I ran into unexpected allocations in a complex iterator and was able to simplify it down into this MWE which uses complex logic to always yield nothing.
struct MyIter end
Base.iterate(::MyIter) = (nothing, [true])
function Base.iterate(::MyIter, i)
for j in reverse(eachindex(i)) # 1:-1:1
if i[j] # true
for _ in 0:1 end # Empty loop
return nothing, i
end
end
end
f(n) = for x in zip(MyIter(), 1:n) end
@time f(1_000_000)
# 0.024644 seconds (1.00 M allocations: 15.259 MiB)
I can eliminate the allocations in this case by deleting the empty loop. My question is why are there allocations in the first place?
That means that the compiler doesn’t know (until runtime) what type the return value will be, and has to allocate a “box” to hold the return value + type tag on every call.
@code_warntype iterate(MyIter(), [true]) would also have told you this.
Add a return nothing, i line to the end of the iterate function an the allocations go away.
My bad, iterate functions are essentially never type stable — they either return nothing or a tuple — but since there are only two possible return types the compiler handles it efficiently (or is supposed to).
Looks like it’s just the inlining heuristic (the empty loop is making the function “too complex” to automatically inline) — if you add @inline to your iterate definition then the allocations go away.
(I think that in order for the compiler to eliminate the allocations from the inherently non-typestable iterate function it needs to be inlined?)
Is this really the case? I was under the impression that small inferred type Unions were optimized to type-stable branches a.k.a. Union-splitting (second to last paragraph mentions Union{Nothing, T} in particular). It seems like it would work even without inlining.

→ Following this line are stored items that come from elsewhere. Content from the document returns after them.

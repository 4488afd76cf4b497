"""Discount factors of equal, growing and single amounts, in the names of the life-cycle-cost guides.

Year 0 is the investment; every amount is paid at the end of its year.
"""

from __future__ import annotations

import math

from evenfire.errors import MoneyError, Problem
from evenfire.money.checks import rate_problems, year_problems


def single_present_value(rate: float, year: int) -> float:
    """Present value of one unit of money paid at the end of a year (SPV).

    For a replacement or a residual value; for equal yearly amounts use `uniform_present_value`.
    Formula: ``(1 + rate) ** -year``.

    Parameters
    ----------
    rate : float
        Discount rate per year [1].
    year : int
        Year of the payment, 0 for the investment [a].

    Returns
    -------
    float
        Present value [1].

    Raises
    ------
    MoneyError
        M101 for a rate of -1 (-100 %) or less, M102 for a year below 0.

    References
    ----------
    Fuller and Petersen, Life-Cycle Costing Manual for the Federal Energy Management Program, NIST
    Handbook 135, 1996 edition, discount formulas.

    Examples
    --------
    >>> single_present_value(0.03, 10)
    0.744094
    """
    _require(*rate_problems(rate, "discount rate", year), *year_problems(year, 0, "year"))
    return (1.0 + rate) ** -year


def uniform_present_value(rate: float, years: int) -> float:
    """Present value of one unit of money at the end of each of several years (UPV).

    For a yearly cost whose price does not change on the basis of the rate. Formula:
    ``(1 - (1 + rate) ** -years) / rate``, and `years` at rate zero.

    Parameters
    ----------
    rate : float
        Discount rate per year [1].
    years : int
        Number of yearly amounts, the first at the end of year 1 [a].

    Returns
    -------
    float
        Present value [a].

    Raises
    ------
    MoneyError
        M101 for a rate of -1 (-100 %) or less, M102 for fewer than 1 year.

    References
    ----------
    NIST Handbook 135, 1996 edition, discount formulas.

    Examples
    --------
    >>> uniform_present_value(0.08, 15)
    8.559479
    """
    return escalating_present_value(rate, 0.0, years)


def escalating_present_value(rate: float, escalation: float, years: int) -> float:
    """Present value of a yearly amount of one unit at today's price that grows every year (UPV*).

    The first amount, at the end of year 1, has grown once. Formula, with
    ``q = (1 + escalation) / (1 + rate)``: ``q (1 - q ** years) / (1 - q)``, which is the guides'
    ``(1 + e) / (d - e) (1 - q ** years)``, and `years` where both rates are equal.

    Parameters
    ----------
    rate, escalation : float
        Discount rate and growth per year, both real or both nominal [1].
    years : int
        Number of yearly amounts [a].

    Returns
    -------
    float
        Present value [a].

    Raises
    ------
    MoneyError
        M101 for a rate or an escalation of -1 (-100 %) or less, M102 for fewer than 1 year.

    Notes
    -----
    Computed through ``expm1`` and ``log1p``, so nearly equal rates lose no digits.

    References
    ----------
    NIST Handbook 135, 1996 edition, discount formulas (modified uniform present value).

    Examples
    --------
    >>> escalating_present_value(0.08, 0.03, 15)
    10.482592
    >>> escalating_present_value(0.05, 0.05, 10)
    10.0
    """
    _require(
        *rate_problems(rate, "discount rate", years),
        *rate_problems(escalation, "escalation", years),
        *year_problems(years, 1, "years"),
    )
    log_ratio = math.log1p(escalation) - math.log1p(rate)
    if log_ratio == 0.0:
        return float(years)
    return math.exp(log_ratio) * math.expm1(years * log_ratio) / math.expm1(log_ratio)


def capital_recovery_factor(rate: float, years: int) -> float:
    """Equal yearly amount that pays back one unit of money spent today, with interest.

    Turns a present cost into an annuity. Formula: ``rate / (1 - (1 + rate) ** -years)``.

    Parameters
    ----------
    rate : float
        Discount rate per year [1].
    years : int
        Number of yearly amounts [a].

    Returns
    -------
    float
        Yearly amount per unit of present cost [1/a].

    Raises
    ------
    MoneyError
        M101 for a rate of -1 (-100 %) or less, M102 for fewer than 1 year.

    References
    ----------
    NIST Handbook 135, 1996 edition, discount formulas (uniform capital recovery).

    Examples
    --------
    >>> capital_recovery_factor(0.08, 15)
    0.116830
    """
    return 1.0 / uniform_present_value(rate, years)


def _require(*problems: Problem) -> None:
    if problems:
        raise MoneyError(*problems)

The problem is maybe how the return value of the function is represented if it’s not inlined. If it’s not inlined, the function is compiled without knowing the context in which it is called — what does the return value look like for a Union if not a pointer to a box?
giordano’s earlier comment just replaced [true] with (true,) in the original code, and that removes the allocations even though the Union{Nothing, T} instability is still there. iterate generally infers as Union{Nothing, T} so I expect this generally happens, just something unusual is happening this time.
I expect that there is something like that prior to the type-checking, type-stable branches. But I wouldn’t expect it to be reallocated each iteration. This also isn’t entirely because [true] is mutable, using a Dict(1 => true) and some associated edits to iterate only uses 4 allocations for the 1 dictionary (Julia v1.7.3 to be clear).
...
Base.iterate(::MyIter) = (nothing, Dict(1 => true))
function Base.iterate(::MyIter, i)
for j in 1:-1:1 # Dict doesn't have eachindex
...
julia> @time f(1_000_000)
0.003991 seconds (4 allocations: 432 bytes)
julia> @time Dict(1 => true)
0.000004 seconds (4 allocations: 432 bytes)
EDIT: okay turns out the replacement of reverse(eachindex(i)) in the original code with 1:-1:1, eachindex(i), or 1:length(i) also reduces allocations to 1. Conversely, replacing 1:-1:1 in the Dict version above with 1:length(i), which itself should not allocate, makes f(1_000_000) do 1M allocations again. “Too complex to inline” really sounds like an explanation for how several single changes to iterate would cause an extra allocation, maybe Union-splitting type inference is a separate thing from however boxes are implemented. Also forget what I said about the (true,) version, the @code_llvm f(1_000_000) was just optimized to just returning nothing.